# RedHat 9 -> Gateway



## Will (28. September 2003)

Moin!

Nachdem ich google und sonstige Suchmaschinen erfolgslos durchforstet hab, dachte ich mir, vielleicht findest du hier Rat. 

Ich habe folgende/s Frage/Problem:

Wie kann ich unter RedHat 9 routen, also IP Masquerading oder ähnliches. Ein Proxy Programm ist ungünstig, da ich auf meinen Client Rechnern alle Ports brauche, um online spielen zu können. Ich habe nicht wirklich Lust jeden Port einzeln freizugeben, wie bei Squid. 

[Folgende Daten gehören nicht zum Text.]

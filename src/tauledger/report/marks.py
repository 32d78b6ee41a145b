"""The marks of elements that one is not free to change: § takes part in the operating point, ¶ inside a device."""

from __future__ import annotations

from collections.abc import Sequence

from tauledger.record import Help, UnityElement

BIAS, DEVICE = "§", "¶"


def kind(one: Help | UnityElement) -> str:
    """Say how free one is to change an element: "free", "bias" where that moves the operating point, "device"."""
    if one.free:
        return "free"
    return "bias" if one.moves_bias else "device"


def mark(one: Help | UnityElement) -> str:
    """Give the mark of an element, empty where one is free to change it."""
    return {"free": "", "bias": BIAS, "device": DEVICE}[kind(one)]


def in_short(elements: Sequence[Help | UnityElement]) -> tuple[str, ...]:
    """Say what the marks of these elements mean, for a page of few words."""
    return _told(
        elements,
        bias="takes part in the operating point, and moves it",
        device="inside a device: another device, or another bias",
    )


def at_length(elements: Sequence[Help | UnityElement]) -> tuple[str, ...]:
    """Say what the marks of these elements mean in sentences, for a report."""
    return _told(
        elements,
        bias="takes part in the operating point: changed on the board it moves that too.",
        device="inside a device: another device or another bias, no change of a value.",
    )


def _told(elements: Sequence[Help | UnityElement], *, bias: str, device: str) -> tuple[str, ...]:
    kinds = {kind(one) for one in elements}
    said = (("bias", f"{BIAS} {bias}"), ("device", f"{DEVICE} {device}"))
    return tuple(text for which, text in said if which in kinds)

Meine Linux Kenntnisse sind zur Zeit noch sehr stark begrenzt....würde mich aber über jede Hilfe/Tipps freuen. 

Gruß

Willi


----------



## Blumenkind (28. September 2003)

Hi,

dein Problem steht ein paar Posts unter deinem

Klick


----------



## Will (28. September 2003)

Hm, ist aber nicht wirklich die Antwort die ich mir erhofft habe, da man dafür wieder Squid starten muss 

Das Netzwerk funktioniert ja auch. Nur eben das Internet Routing bzw. Gateway noch nicht!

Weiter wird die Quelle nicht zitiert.